*Problem to solve*. Counting the line with "Every curve carries" as the last one, copy out the lines of the data exactly from the first onward.

*Records excerpted from a collection*.
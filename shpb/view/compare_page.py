"""Several stored shots on one A4 page: curves, rates and R on the left, listing and differences on the right.

Every curve carries its number at its end, the number of its line in the listing, and has dashes of its own: colour
says only which material it is.
"""

from __future__ import annotations

from collections.abc import Sequence
from pathlib import Path
from typing import TYPE_CHECKING, Any

import numpy as np

from shpb.arrays import FloatArray
from shpb.errors import InputError
from shpb.response.equilibrium import R_DEFINITION
from shpb.version import VERSION
from shpb.view.figure import DPI, page_style, write_figure
from shpb.view.ink import (
    BODY,
    DARK,
    DASH_DOT,
    DASHES,
    DOTS,
    FAINT,
    INK,
    LIGHT,
    MIDDLE,
    SMALL,
    Scale,
    envelope,
    scale,
)
from shpb.view.page import HEIGHT, WIDTH, Page, frame
from shpb.view.report.stored import ReportedShot
from shpb.view.show_compare import Group, cell_words, compared, counts, legend_words
from shpb.view.text import rounded

if TYPE_CHECKING:
    from matplotlib.axes import Axes
    from matplotlib.figure import Figure

MOST_SHOTS = 24  # that can still be told apart
_MOST_BANDS = 6
_LEFT, _LEFT_WIDTH = 0.72, 6.15
_RIGHT, _RIGHT_END = 7.2, WIDTH - 0.3
_COLOURS = (DARK, MIDDLE, LIGHT, INK)
_TINTS = ("#c3cde6", "#ecc9b4", "#cfe3f1", "#dddddd")
_PATTERNS: tuple[tuple[float, ...], ...] = ((), DASHES, DOTS, DASH_DOT, (9.0, 1.8), (2.6, 1.2, 1.0, 1.2))
_TABLE_LEADING = 0.148
_CURVE, _RATE, _RATIO = (3.92, 3.16), (2.32, 1.18), (0.62, 1.18)  # lower edge and height [in]


class _Drawn:
    """One shot that is drawn: its number, its look, and its samples."""

    def __init__(self, number: int, shot: ReportedShot, colour: int, pattern: int) -> None:
        self.number, self.shot = number, shot
        self.colour, self.tint = _COLOURS[colour % len(_COLOURS)], _TINTS[colour % len(_TINTS)]
        self.dashes = _PATTERNS[pattern % len(_PATTERNS)]
        part = shot.span
        assert part is not None
        self.part = part
        self.strain = np.maximum.accumulate(shot["response/true_strain"][part])

    @property
    def line(self) -> dict[str, Any]:
        """Keyword arguments of its line."""
        pattern = (0, self.dashes) if self.dashes else "-"
        return {"color": self.colour, "linestyle": pattern, "linewidth": 1.1}

    def of(self, path: str) -> FloatArray:
        """An array where it counts."""
        return self.shot[path][self.part]


def compare_figure(shots: Sequence[ReportedShot]) -> Figure:
    """Draw stored shots on one page.

    Raises
    ------
    InputError
        If there are more than can be told apart.
    """
    from matplotlib.figure import Figure

    require_few(len(shots))
    with page_style():
        figure = Figure(figsize=(WIDTH, HEIGHT), dpi=DPI)
        page = Page(figure)
        drawn = _drawn(shots)
        _header(page, shots, drawn)
        if drawn:
            _curves(page, drawn)
            _rates(page, drawn)
            _ratios(page, drawn)
        else:
            page.text(
                _LEFT, 4.5, "No part of any of these shots counts: there is no curve to show.", fontsize=10
            )
        below = _listing(page, shots, drawn)
        _differences(page, compared(shots), below)
        page.text(_RIGHT_END, 0.22, f"from stored results; shpb {VERSION}", fontsize=SMALL, color="#555555",
                  horizontalalignment="right")  # fmt: skip
    return figure


def require_few(shots: int) -> None:
    """Raise InputError if a page cannot show so many shots apart."""
    if shots > MOST_SHOTS:
        raise InputError(
            f"{shots} shots, of which one page shows {MOST_SHOTS}",
            where="--figure",
            mend="Name fewer shots, such as those of one condition",
        )


def save_compare_figure(shots: Sequence[ReportedShot], path: Path) -> Path:
    """Draw stored shots and write the page as PNG, PDF or SVG, by the suffix of ``path``."""
    return write_figure(lambda: compare_figure(shots), path)


def _drawn(shots: Sequence[ReportedShot]) -> list[_Drawn]:
    """The shots that count: colour by material and kind, dashes by place among those."""
    seen: dict[tuple[str, str], int] = {}
    places: dict[int, int] = {}
    found = []
    for number, shot in enumerate(shots, 1):
        if not counts(shot):
            continue
        about = (shot.stored.sheet.specimen.material, shot.stored.sheet.kind.value)
        colour = seen.setdefault(about, len(seen))
        pattern = places[colour] = places.get(colour, -1) + 1
        found.append(_Drawn(number, shot, colour, pattern))
    return found


def _header(page: Page, shots: Sequence[ReportedShot], drawn: Sequence[_Drawn]) -> None:
    words = f"{len(shots)} shots compared"
    page.text(0.3, 7.92, words, fontsize=13, fontweight="bold")
    materials = dict.fromkeys(
        f"{s.stored.sheet.specimen.material}, {s.stored.sheet.kind.value}" for s in shots
    )
    x = 0.3 + page.width_of(words, 13, bold=True) + 0.25
    page.text(x, 7.92, page.fitted(page.safe("; ".join(materials)), 11, _RIGHT_END - x), fontsize=11)
    out = len(shots) - len(drawn)
    band = "with its interval of about 95 %" if len(drawn) <= _MOST_BANDS else "without its interval"
    said = (
        f"Each curve where it counts, {band}; its number stands at its end and in the listing. "
        + (f"{out} rejected: in the listing only. " if out else "")
        + "Colour says which material, dashes which shot."
    )
    page.paragraph(0.3, 7.62, said, width=_RIGHT_END - 0.3, most=2, size=BODY + 0.5)
    page.rule(0.3, 7.40, _RIGHT_END - 0.3)


def _axes(page: Page, place: tuple[float, float]) -> Axes:
    return page.axes(_LEFT, place[0], _LEFT_WIDTH, place[1])


def _curves(page: Page, drawn: Sequence[_Drawn]) -> None:
    page.key(_LEFT, 7.18, "True stress", ())
    axes = _axes(page, _CURVE)
    ends, highest, lowest = [], 0.0, 0.0
    for one in drawn:
        stress = 1e-6 * one.of("response/true_stress")
        band = one.shot.band()
        if len(drawn) <= _MOST_BANDS and band is not None:
            thin = slice(None, None, max(one.strain.size // 200, 1))
            low, high = 1e-6 * band[0], 1e-6 * band[1]
            axes.fill_between(
                one.strain[thin], low[thin], high[thin], color=one.tint, linewidth=0, alpha=0.6, zorder=0.5
            )
            highest = max(highest, float(high.max()))
        _line(axes, one, stress)
        ends.append((one, float(stress[-1])))
        highest, lowest = max(highest, float(stress.max())), min(lowest, float(stress.min()))
    room = max(highest - lowest, 1e-6)
    y = scale(lowest - 0.02 * room, highest + 0.05 * room, 7)
    frame(axes, _strains(drawn), y, "", "true stress (MPa)")
    _numbers(axes, ends, (y.low, y.high), _CURVE[1])


def _rates(page: Page, drawn: Sequence[_Drawn]) -> None:
    page.key(_LEFT, 3.62, "True strain rate", ())
    axes = _axes(page, _RATE)
    ends, highest = [], 0.0
    for one in drawn:
        rate = one.of("response/true_strain_rate")
        _line(axes, one, rate)
        ends.append((one, float(rate[-1])))
        highest = max(highest, float(rate.max()))
    y = scale(min(0.0, *(end for _, end in ends)), 1.08 * max(highest, 1e-6), 5)
    frame(axes, _strains(drawn), y, "", "strain rate (1/s)")
    _numbers(axes, ends, (y.low, y.high), _RATE[1])


def _ratios(page: Page, drawn: Sequence[_Drawn]) -> None:
    x = page.key(_LEFT, 1.92, "Equilibrium", ())
    page.text(x, 1.92, R_DEFINITION.replace(" - ", " − ") + "; level line: limit", fontsize=SMALL)
    axes = _axes(page, _RATIO)
    limits = sorted({float(one.shot.fact("response", "equilibrium_limit")) for one in drawn})
    top = 100 * max(
        2.0 * limits[-1], *(float(np.quantile(one.of("response/equilibrium_ratio"), 0.95)) for one in drawn)
    )
    ends = []
    for one in drawn:
        ratio = 100 * one.of("response/equilibrium_ratio")
        _line(axes, one, np.minimum(ratio, 2 * top))
        ends.append((one, min(float(ratio[-1]), top)))
    strains = _strains(drawn)
    for limit in limits:
        axes.plot([strains.low, strains.high], [100 * limit] * 2, color=FAINT, linewidth=0.7, label="limit")
    y = scale(0.0, 1.05 * top, 5)
    frame(axes, strains, y, "true strain", "R (%)")
    _numbers(axes, ends, (y.low, y.high), _RATIO[1])


def _strains(drawn: Sequence[_Drawn]) -> Scale:
    highest = max(float(one.strain[-1]) for one in drawn)
    lowest = min(0.0, *(float(one.strain[0]) for one in drawn))
    return scale(lowest - 0.02 * highest, 1.07 * highest, 8)


def _line(axes: Axes, one: _Drawn, values: FloatArray) -> None:
    picked = envelope(values)
    axes.plot(one.strain[picked], values[picked], label=one.shot.shot_id, **one.line)


def _numbers(
    axes: Axes, ends: Sequence[tuple[_Drawn, float]], limits: tuple[float, float], height: float
) -> None:
    """The number of each curve beside its end; those that would meet are moved apart, with a thin line to the end."""
    apart = 0.125 * (limits[1] - limits[0]) / height
    reach = max(float(one.strain[-1]) for one, _ in ends)
    placed: list[tuple[float, float]] = []  # strain, height
    for one, end in sorted(ends, key=lambda pair: pair[1]):
        x, y = float(one.strain[-1]), end
        while any(
            abs(x - other_x) < 0.05 * reach and abs(y - other_y) < apart for other_x, other_y in placed
        ):
            y += 0.2 * apart
        placed.append((x, y))
        axes.annotate(
            str(one.number), (x, end), (x + 0.012 * reach, y), fontsize=SMALL, color=one.colour, fontweight="bold",
            verticalalignment="center", annotation_clip=False, parse_math=False,
            arrowprops=None if abs(y - end) < 0.5 * apart else
            {"arrowstyle": "-", "linewidth": 0.4, "color": one.colour, "shrinkA": 0, "shrinkB": 0},
        )  # fmt: skip


# --- right side ----------------------------------------------------------------------------------------


def _listing(page: Page, shots: Sequence[ReportedShot], drawn: Sequence[_Drawn]) -> float:
    """The listing from the top down; returns the next base line."""
    from matplotlib.lines import Line2D

    looks = {one.number: one for one in drawn}
    y = 7.18
    columns = ((0.0, "no"), (0.62, "shot"), (1.86, "verdict"), (2.62, "1/s"), (3.08, "°C"), (3.42, "mean R"))
    for x, words in columns:
        page.text(_RIGHT + x, y, words, fontsize=BODY, fontweight="bold")
    for number, shot in enumerate(shots, 1):
        y -= _TABLE_LEADING
        kelvin = float(shot.stored.sheet.temperature_k)
        cells = (
            str(number),
            page.fitted(page.safe(shot.shot_id), BODY, 1.18),
            shot.verdict.value.upper(),
            rounded(float(shot.fact("response", "mean_strain_rate"))),
            f"{kelvin - 273.15:.0f}".replace("-", "−"),
            f"{100 * float(shot.fact('response', 'equilibrium_mean_ratio')):.1f} %",
        )
        for (x, _), words in zip(columns, cells, strict=True):
            page.text(_RIGHT + x, y, words, fontsize=BODY)
        if number in looks:
            middle = (y + 0.3 * BODY / 72) / HEIGHT
            ends = [(_RIGHT + 0.2) / WIDTH, (_RIGHT + 0.54) / WIDTH]
            page.figure.add_artist(
                Line2D(ends, [middle] * 2, transform=page.figure.transFigure, **looks[number].line)
            )
    y -= 0.16
    page.text(_RIGHT, y, "1/s: mean engineering strain rate", fontsize=SMALL)
    return y - 0.28


def _differences(page: Page, groups: Sequence[Group], y: float) -> None:
    """Stresses at equal strain, as far down as the page goes."""
    for group in groups:
        rows = len(group.shots) + 4
        if y - rows * _TABLE_LEADING < 0.4:
            page.text(
                _RIGHT,
                max(y, 0.4),
                "differences that find no room: in the text of `shpb show`",
                fontsize=SMALL,
            )
            return
        kind = "true plastic strain" if group.plastic else "total true strain"
        title = page.safe(f"{group.material}, {group.kind}: true stress at equal {kind}")
        page.text(_RIGHT, y, page.fitted(title, BODY, _RIGHT_END - _RIGHT), fontsize=BODY, fontweight="bold")
        y -= _TABLE_LEADING
        step = 0.82
        for place, strain in enumerate(group.strains):
            page.text(
                _RIGHT + 1.5 + step * place, y, f"{strain:g}", fontsize=BODY, horizontalalignment="right"
            )
        for shot_id, _, _, cells in group.shots:
            y -= _TABLE_LEADING
            page.text(_RIGHT, y, page.fitted(page.safe(shot_id), BODY, 0.85), fontsize=BODY)
            for place, cell in enumerate(cells):
                words = cell_words(cell).replace("+-", "±").replace("-", "−")
                page.text(_RIGHT + 1.5 + step * place, y, words, fontsize=BODY, horizontalalignment="right")
        y -= 0.16
        said = page.safe(legend_words(group)).replace("+-", "±")
        y = page.paragraph(_RIGHT, y, said, width=_RIGHT_END - _RIGHT, most=3, size=SMALL) - 0.14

*Answer to the problem*.
filename shpb/view/compare_page.py
"""Several stored shots on one A4 page: curves, rates and R on the left, listing and differences on the right.

Every curve carries its number at its end, the number of its line in the listing, and has dashes of its own: colour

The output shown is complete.